(INSTRUCTIONS TO FOLLOW): Every line from the one containing "return math.sqrt(math.fsum((value - centre)" to the one containing "def jumps(series: Series, last: float, limit: float)" in the records below, both included, must be set down exactly, and no other line.

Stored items

"""The functions a cell function may call: each means the same in Python and in a spreadsheet.

A series is the list of a range's values; a blank is None, and text or a truth value is not a number.
Positions count from 1 as in a spreadsheet. sheetcal/formulas/spelling.py holds the spreadsheet side.
"""

import math
from decimal import ROUND_HALF_UP, Decimal
from typing import Any, Callable, Dict, List, Sequence, Tuple

BLANK = math.nan  # a blank where a number may stand: reckoning with it gives a blank, as the formula's IF leaves it
Series = Sequence[Any]


class Text(str):
    """A cell's text: compared without regard to case, as a spreadsheet compares."""

    __slots__ = ()

    def __eq__(self, other: object) -> bool:
        return isinstance(other, str) and self.lower() == other.lower()

    def __ne__(self, other: object) -> bool:
        return not self == other

    def __hash__(self) -> int:
        return hash(self.lower())


def is_number(value: object) -> bool:
    """Whether a cell holds a number (a truth value is none)."""
    return isinstance(value, (int, float)) and not isinstance(value, bool) and math.isfinite(value)


def is_text(value: object) -> bool:
    """Whether a cell holds text; an empty text, as a blank result shows, is none."""
    return isinstance(value, str) and value != ""


def same_text(left: object, right: object) -> bool:
    """Whether two cells hold the same text, whatever its case; a blank or a number is no text."""
    return isinstance(left, str) and isinstance(right, str) and bool(left) and left.lower() == right.lower()


def is_blank(value: object) -> bool:
    """Whether a cell is empty or shows an empty text."""
    return value is None or value == "" or value != value


def numbers(series: Series) -> List[float]:
    """The numbers of a series, in order, without blanks and text."""
    return [float(value) for value in series if is_number(value)]


def count(series: Series) -> float:
    """How many cells hold a number."""
    return float(len(numbers(series)))


def filled(series: Series) -> float:
    """How many cells are not empty, whatever they hold."""
    return float(sum(value is not None for value in series))


def part(series: Series, first: float, last: float) -> Series:
    """The cells from position `first` to position `last`, both included."""
    return series[int(first) - 1 : int(last)]


def at(series: Series, position: float) -> float:
    """The cell at a position."""
    value: float = series[int(position) - 1]
    return value


def position(value: float, series: Series) -> float:
    """Position of the last number not above `value` in a rising series; 0 when there is none."""
    last = 0
    for index, number in enumerate(series, start=1):
        if is_number(number) and number > value:
            break
        if is_number(number):
            last = index
    return float(last)


def _same(left: object, right: object) -> bool:
    if isinstance(left, str) and isinstance(right, str):
        return left.lower() == right.lower()
    return is_number(left) and left == right


def look_up(key: object, keys: Series, values: Series) -> Any:
    """The value beside the first key equal to `key`; BLANK when there is none."""
    for known, value in zip(keys, values):
        if _same(key, known):
            return Text(value) if isinstance(value, str) else BLANK if value is None else value
    return BLANK


def found(key: object, keys: Series) -> bool:
    """Whether `key` is among `keys`."""
    return any(_same(key, known) for known in keys)


def total(series: Series) -> float:
    """Sum of the numbers of a series."""
    return math.fsum(numbers(series))


def mean(series: Series) -> float:
    """Arithmetic mean of the numbers of a series."""
    return math.fsum(numbers(series)) / len(numbers(series))


def smallest(series: Series) -> float:
    """Smallest number of a series; 0 when it holds none, as in a spreadsheet."""
    return min(numbers(series), default=0.0)


def largest(series: Series) -> float:
    """Largest number of a series; 0 when it holds none, as in a spreadsheet."""
    return max(numbers(series), default=0.0)


def deviation(series: Series) -> float:
    """Standard deviation of a sample, n - 1 in the denominator."""
    centre = mean(series)
    values = numbers(series)
    return math.sqrt(math.fsum((value - centre) ** 2 for value in values) / (len(values) - 1))


def _pairs(y: Series, x: Series) -> Tuple[List[float], List[float]]:
    both = [(float(b), float(a)) for b, a in zip(y, x) if is_number(b) and is_number(a)]
    return [b for b, _ in both], [a for _, a in both]


def pairs(y: Series, x: Series) -> float:
    """How many rows hold a number in both series."""
    return float(len(_pairs(y, x)[0]))


def slope(y: Series, x: Series) -> float:
    """Slope of the least-squares line of y over x, centred; rows without both numbers are left out."""
    ys, xs = _pairs(y, x)
    x_mean, y_mean = math.fsum(xs) / len(xs), math.fsum(ys) / len(ys)
    cross = math.fsum((a - x_mean) * (b - y_mean) for a, b in zip(xs, ys))
    return cross / math.fsum((a - x_mean) ** 2 for a in xs)


def scatter(y: Series, x: Series) -> float:
    """Residual standard deviation about the least-squares line, n - 2 in the denominator."""
    ys, xs = _pairs(y, x)
    x_mean, y_mean, rate = math.fsum(xs) / len(xs), math.fsum(ys) / len(ys), slope(y, x)
    squares = math.fsum((b - y_mean - rate * (a - x_mean)) ** 2 for a, b in zip(xs, ys))
    return math.sqrt(squares / (len(xs) - 2))


def interpolate(value: float, y: Series, x: Series) -> float:
    """y at x = value on the straight line through the rows (two rows: linear interpolation)."""
    ys, xs = _pairs(y, x)
    x_mean, y_mean = math.fsum(xs) / len(xs), math.fsum(ys) / len(ys)
    return y_mean + slope(y, x) * (value - x_mean)


def trapezoid(time: Series, y: Series, first: float, last: float) -> float:
    """Integral of y over time from reading `first` to reading `last`, by trapezoids."""
    t, v = part(time, first, last), part(y, first, last)
    return math.fsum((t[i + 1] - t[i]) * (v[i + 1] + v[i]) for i in range(len(t) - 1)) / 2


def _steps(series: Series, last: float) -> List[float]:
    values = part(series, 1, last)
    return [after - before for before, after in zip(values, values[1:]) if is_number(before) and is_number(after)]


def not_rising(series: Series, last: float) -> float:
    """How many of the first `last` numbers are not above the one before."""
    return float(sum(step <= 0 for step in _steps(series, last)))


def jumps(series: Series, last: float, limit: float) -> float:
    """How many of the first `last` numbers differ from the one before by more than `limit`."""
    return float(sum(abs(step) > limit for step in _steps(series, last)))


def not_above_line(y: Series, x: Series, last: float, slope: float, level: float) -> float:
    """How many of the first `last` rows have y - slope x at or below a level."""
    rows = zip(part(y, 1, last), part(x, 1, last))
    return float(sum(b - slope * a <= level for b, a in rows))


def stuck(series: Series, first: float, last: float, margin: float) -> float:
    """How many cells of `first`..`last` equal the three after them and lie more than `margin` off the last."""
    values = part(series, first, last)
    runs = zip(values, values[1:], values[2:], values[3:])
    return float(sum(a == b == c == d and abs(a - values[-1]) > margin for a, b, c, d in runs))


def _alike(value: Any, slope: Any, shift: float, target: float, width: Any, doubt: float) -> bool:
    """Whether a book value, carried on by its slope, lies within the doubts of a target; a blank counts as 0."""
    book, rate, half = (float(one) if is_number(one) else 0.0 for one in (value, slope, width))
    return abs(book + rate * shift - target) <= half + doubt


def count_alike(values: Series, slopes: Series, shift: float, target: float, widths: Series, doubt: float) -> float:
    """How many rows lie, carried on by slope and shift, within width and doubt of a target."""
    rows = zip(values, slopes, widths)
    return float(sum(_alike(value, slope, shift, target, width, doubt) for value, slope, width in rows))


def next_alike(
    places: Series, values: Series, slopes: Series, shift: float, target: float, widths: Series, doubt: float,
    densities: Series, density: float, share: float, below: float,
) -> float:  # fmt: skip
    """Largest key below a bound among the rows alike: 1000 - place, and 1000 more where the density fits; else 0."""
    best = 0.0
    for place, value, slope, width, own in zip(places, values, slopes, widths, densities):
        fits = abs((own if is_number(own) else 0.0) - density) <= share * density
        key = 1000.0 - (place if is_number(place) else 0.0) + 1000.0 * fits
        if _alike(value, slope, shift, target, width, doubt) and best < key < below:
            best = key
    return best


def median(series: Series) -> float:
    """Middle of the numbers of a series, the mean of the two middle ones where their number is even."""
    values = sorted(numbers(series))
    half = len(values) // 2
    return values[half] if len(values) % 2 else (values[half - 1] + values[half]) / 2


def weighted(*series: Series) -> float:
    """Sum over the rows of the product of the numbers in each series."""
    return math.fsum(math.prod(row) for row in zip(*series) if all(is_number(value) for value in row))


def total_size(series: Series) -> float:
    """Sum of the absolute values of the numbers of a series."""
    return math.fsum(abs(value) for value in numbers(series))


def choose(index: float, *values: float) -> float:
    """The value at a position of a printed list."""
    return values[int(index) - 1]


def sqrt(value: float) -> float:
    """Square root."""
    return math.sqrt(value)


def exp(value: float) -> float:
    """Exponential function."""
    return math.exp(value)


def log(value: float) -> float:
    """Natural logarithm."""
    return math.log(value)


def log10(value: float) -> float:
    """Decimal logarithm."""
    return math.log10(value)


def floor(value: float) -> float:
    """Largest whole number not above the value."""
    return float(math.floor(value))


def least(*values: float) -> float:
    """Smallest of several numbers; written `min` in a body."""
    return min(values)


def greatest(*values: float) -> float:
    """Largest of several numbers; written `max` in a body."""
    return max(values)


def size(value: float) -> float:
    """Absolute value; written `abs` in a body."""
    return abs(value)


def round_to_places(value: float, places: float) -> float:
    """Round as a spreadsheet does: half away from zero, judged on the 15 digits it shows."""
    shown = Decimal(format(value, ".15g"))
    return float(shown.quantize(Decimal(1).scaleb(-int(places)), rounding=ROUND_HALF_UP))


def day_part(text: object) -> float:
    """A time of day written hh:mm, as part of a day; 0 for what is no such time."""
    hours, colon, minutes = str(text).partition(":")
    if not (colon and hours.isascii() and hours.isdigit() and minutes.isascii() and minutes.isdigit()):
        return 0.0
    whole = len(hours) <= 2 and len(minutes) == 2 and int(hours) < 24 and int(minutes) < 60
    return (60 * int(hours) + int(minutes)) / 1440 if whole else 0.0


def join(*values: str) -> str:
    """Texts one after the other."""
    return "".join(values)


_OWN_NAMES = (
    is_number, is_text, same_text, is_blank, count, filled, part, at, position, look_up, found, total, mean, smallest,
    largest, deviation, pairs, slope, scatter, interpolate, trapezoid, not_rising, jumps, not_above_line,
    stuck, count_alike, next_alike, median, weighted, total_size, choose, sqrt, exp, log, log10, floor,
    round_to_places, day_part, join,
)  # fmt: skip
PRIMITIVES: Dict[str, Callable[..., Any]] = {function.__name__: function for function in _OWN_NAMES}
PRIMITIVES.update({"min": least, "max": greatest, "abs": size})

(SOLUTION TO THIS PROBLEM):
    return math.sqrt(math.fsum((value - centre) ** 2 for value in values) / (len(values) - 1))


def _pairs(y: Series, x: Series) -> Tuple[List[float], List[float]]:
    both = [(float(b), float(a)) for b, a in zip(y, x) if is_number(b) and is_number(a)]
    return [b for b, _ in both], [a for _, a in both]


def pairs(y: Series, x: Series) -> float:
    """How many rows hold a number in both series."""
    return float(len(_pairs(y, x)[0]))


def slope(y: Series, x: Series) -> float:
    """Slope of the least-squares line of y over x, centred; rows without both numbers are left out."""
    ys, xs = _pairs(y, x)
    x_mean, y_mean = math.fsum(xs) / len(xs), math.fsum(ys) / len(ys)
    cross = math.fsum((a - x_mean) * (b - y_mean) for a, b in zip(xs, ys))
    return cross / math.fsum((a - x_mean) ** 2 for a in xs)


def scatter(y: Series, x: Series) -> float:
    """Residual standard deviation about the least-squares line, n - 2 in the denominator."""
    ys, xs = _pairs(y, x)
    x_mean, y_mean, rate = math.fsum(xs) / len(xs), math.fsum(ys) / len(ys), slope(y, x)
    squares = math.fsum((b - y_mean - rate * (a - x_mean)) ** 2 for a, b in zip(xs, ys))
    return math.sqrt(squares / (len(xs) - 2))


def interpolate(value: float, y: Series, x: Series) -> float:
    """y at x = value on the straight line through the rows (two rows: linear interpolation)."""
    ys, xs = _pairs(y, x)
    x_mean, y_mean = math.fsum(xs) / len(xs), math.fsum(ys) / len(ys)
    return y_mean + slope(y, x) * (value - x_mean)


def trapezoid(time: Series, y: Series, first: float, last: float) -> float:
    """Integral of y over time from reading `first` to reading `last`, by trapezoids."""
    t, v = part(time, first, last), part(y, first, last)
    return math.fsum((t[i + 1] - t[i]) * (v[i + 1] + v[i]) for i in range(len(t) - 1)) / 2


def _steps(series: Series, last: float) -> List[float]:
    values = part(series, 1, last)
    return [after - before for before, after in zip(values, values[1:]) if is_number(before) and is_number(after)]


def not_rising(series: Series, last: float) -> float:
    """How many of the first `last` numbers are not above the one before."""
    return float(sum(step <= 0 for step in _steps(series, last)))


def jumps(series: Series, last: float, limit: float) -> float:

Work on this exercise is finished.